§ TASK TO COMPLETE
Produce word for word the lines of the data below running from the one that has "const long double exact" to the one that has "for (int m = 0; m <= std::min(n, l);", inclusive, and no others.

§ EXTRACTED RECORDS
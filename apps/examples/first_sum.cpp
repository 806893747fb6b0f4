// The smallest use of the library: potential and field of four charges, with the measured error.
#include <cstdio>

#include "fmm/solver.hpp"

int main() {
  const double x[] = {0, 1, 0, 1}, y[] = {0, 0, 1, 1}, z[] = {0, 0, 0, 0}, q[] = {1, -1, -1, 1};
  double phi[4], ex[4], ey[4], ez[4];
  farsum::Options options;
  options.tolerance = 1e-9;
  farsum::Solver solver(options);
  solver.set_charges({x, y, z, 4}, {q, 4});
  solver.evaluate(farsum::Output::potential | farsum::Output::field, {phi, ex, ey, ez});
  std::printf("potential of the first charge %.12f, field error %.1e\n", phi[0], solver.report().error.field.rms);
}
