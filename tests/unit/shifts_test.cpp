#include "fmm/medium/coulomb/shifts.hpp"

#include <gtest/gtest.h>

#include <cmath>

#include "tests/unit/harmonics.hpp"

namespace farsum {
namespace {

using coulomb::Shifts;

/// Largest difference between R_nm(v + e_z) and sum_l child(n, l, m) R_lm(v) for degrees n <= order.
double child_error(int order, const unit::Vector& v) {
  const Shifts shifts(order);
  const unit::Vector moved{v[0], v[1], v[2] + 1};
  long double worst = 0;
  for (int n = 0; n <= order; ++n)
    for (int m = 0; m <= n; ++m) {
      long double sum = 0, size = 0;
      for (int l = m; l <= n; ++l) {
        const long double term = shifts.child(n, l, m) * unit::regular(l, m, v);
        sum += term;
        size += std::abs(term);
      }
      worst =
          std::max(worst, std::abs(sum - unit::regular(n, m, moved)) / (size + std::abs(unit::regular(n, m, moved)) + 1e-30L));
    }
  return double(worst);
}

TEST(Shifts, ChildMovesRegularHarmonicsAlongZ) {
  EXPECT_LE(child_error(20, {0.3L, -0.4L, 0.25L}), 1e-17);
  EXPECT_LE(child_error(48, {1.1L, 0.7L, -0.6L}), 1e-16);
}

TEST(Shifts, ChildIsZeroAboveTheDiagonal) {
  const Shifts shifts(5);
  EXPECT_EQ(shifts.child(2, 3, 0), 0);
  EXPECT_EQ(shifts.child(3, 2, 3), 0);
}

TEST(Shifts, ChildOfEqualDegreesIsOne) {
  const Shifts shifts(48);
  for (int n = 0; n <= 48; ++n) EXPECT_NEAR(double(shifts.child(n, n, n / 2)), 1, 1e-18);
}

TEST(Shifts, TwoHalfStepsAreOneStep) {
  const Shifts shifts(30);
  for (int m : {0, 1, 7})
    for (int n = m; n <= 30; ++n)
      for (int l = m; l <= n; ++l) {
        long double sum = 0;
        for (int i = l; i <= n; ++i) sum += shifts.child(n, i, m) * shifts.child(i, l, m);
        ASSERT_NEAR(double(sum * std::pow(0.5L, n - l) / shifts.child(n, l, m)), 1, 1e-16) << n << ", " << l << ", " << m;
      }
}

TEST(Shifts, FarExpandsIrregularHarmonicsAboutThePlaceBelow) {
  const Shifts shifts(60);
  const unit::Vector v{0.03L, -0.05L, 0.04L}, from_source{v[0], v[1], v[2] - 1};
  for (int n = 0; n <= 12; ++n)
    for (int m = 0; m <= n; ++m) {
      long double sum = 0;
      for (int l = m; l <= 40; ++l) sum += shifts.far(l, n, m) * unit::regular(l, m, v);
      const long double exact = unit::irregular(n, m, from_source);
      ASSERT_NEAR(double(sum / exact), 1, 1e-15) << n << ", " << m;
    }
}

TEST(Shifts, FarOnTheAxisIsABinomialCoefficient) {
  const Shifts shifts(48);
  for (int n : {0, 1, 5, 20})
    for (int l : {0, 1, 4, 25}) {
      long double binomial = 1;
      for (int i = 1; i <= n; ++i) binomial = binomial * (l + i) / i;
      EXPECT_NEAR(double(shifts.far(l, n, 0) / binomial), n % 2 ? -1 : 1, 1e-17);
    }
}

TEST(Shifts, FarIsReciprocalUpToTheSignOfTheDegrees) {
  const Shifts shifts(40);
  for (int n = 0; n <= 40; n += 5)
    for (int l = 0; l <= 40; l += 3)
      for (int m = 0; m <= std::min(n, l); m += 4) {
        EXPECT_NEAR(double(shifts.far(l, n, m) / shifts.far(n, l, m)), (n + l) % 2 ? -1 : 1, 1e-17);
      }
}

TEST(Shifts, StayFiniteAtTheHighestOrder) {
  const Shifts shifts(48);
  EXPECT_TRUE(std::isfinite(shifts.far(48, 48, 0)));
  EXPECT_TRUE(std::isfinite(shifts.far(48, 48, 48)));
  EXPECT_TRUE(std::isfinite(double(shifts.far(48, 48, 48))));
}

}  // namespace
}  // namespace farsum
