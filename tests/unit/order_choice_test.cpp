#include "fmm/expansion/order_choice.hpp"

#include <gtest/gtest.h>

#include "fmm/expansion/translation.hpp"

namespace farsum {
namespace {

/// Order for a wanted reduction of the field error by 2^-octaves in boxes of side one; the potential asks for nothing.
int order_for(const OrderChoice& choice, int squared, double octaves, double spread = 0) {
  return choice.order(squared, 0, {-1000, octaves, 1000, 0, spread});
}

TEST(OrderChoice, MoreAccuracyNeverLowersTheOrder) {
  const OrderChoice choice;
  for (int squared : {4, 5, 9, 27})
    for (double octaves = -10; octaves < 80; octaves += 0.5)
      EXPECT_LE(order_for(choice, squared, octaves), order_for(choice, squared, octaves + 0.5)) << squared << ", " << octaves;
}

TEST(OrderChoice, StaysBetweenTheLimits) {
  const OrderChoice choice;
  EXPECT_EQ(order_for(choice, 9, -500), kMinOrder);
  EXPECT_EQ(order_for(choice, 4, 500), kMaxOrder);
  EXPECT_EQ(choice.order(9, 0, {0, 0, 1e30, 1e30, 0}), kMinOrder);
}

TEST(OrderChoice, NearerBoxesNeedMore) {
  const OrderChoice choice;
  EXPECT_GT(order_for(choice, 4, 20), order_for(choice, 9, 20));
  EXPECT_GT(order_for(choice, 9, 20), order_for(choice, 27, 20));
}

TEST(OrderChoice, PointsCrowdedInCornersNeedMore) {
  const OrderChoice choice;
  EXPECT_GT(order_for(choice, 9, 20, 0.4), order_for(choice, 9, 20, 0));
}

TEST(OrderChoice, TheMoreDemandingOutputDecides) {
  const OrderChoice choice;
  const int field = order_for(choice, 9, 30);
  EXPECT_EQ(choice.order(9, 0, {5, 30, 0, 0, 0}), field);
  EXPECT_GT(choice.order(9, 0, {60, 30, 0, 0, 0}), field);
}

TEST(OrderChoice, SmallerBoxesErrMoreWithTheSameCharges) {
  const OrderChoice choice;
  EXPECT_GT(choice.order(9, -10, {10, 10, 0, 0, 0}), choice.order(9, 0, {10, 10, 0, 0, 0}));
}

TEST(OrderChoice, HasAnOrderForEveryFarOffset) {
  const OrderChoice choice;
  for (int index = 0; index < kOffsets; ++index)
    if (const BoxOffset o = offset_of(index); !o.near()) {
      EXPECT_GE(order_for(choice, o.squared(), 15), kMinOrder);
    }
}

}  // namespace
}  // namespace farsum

§ EXERCISE RESPONSE
      const long double exact = unit::irregular(n, m, from_source);
      ASSERT_NEAR(double(sum / exact), 1, 1e-15) << n << ", " << m;
    }
}

TEST(Shifts, FarOnTheAxisIsABinomialCoefficient) {
  const Shifts shifts(48);
  for (int n : {0, 1, 5, 20})
    for (int l : {0, 1, 4, 25}) {
      long double binomial = 1;
      for (int i = 1; i <= n; ++i) binomial = binomial * (l + i) / i;
      EXPECT_NEAR(double(shifts.far(l, n, 0) / binomial), n % 2 ? -1 : 1, 1e-17);
    }
}

TEST(Shifts, FarIsReciprocalUpToTheSignOfTheDegrees) {
  const Shifts shifts(40);
  for (int n = 0; n <= 40; n += 5)
    for (int l = 0; l <= 40; l += 3)
      for (int m = 0; m <= std::min(n, l); m += 4) {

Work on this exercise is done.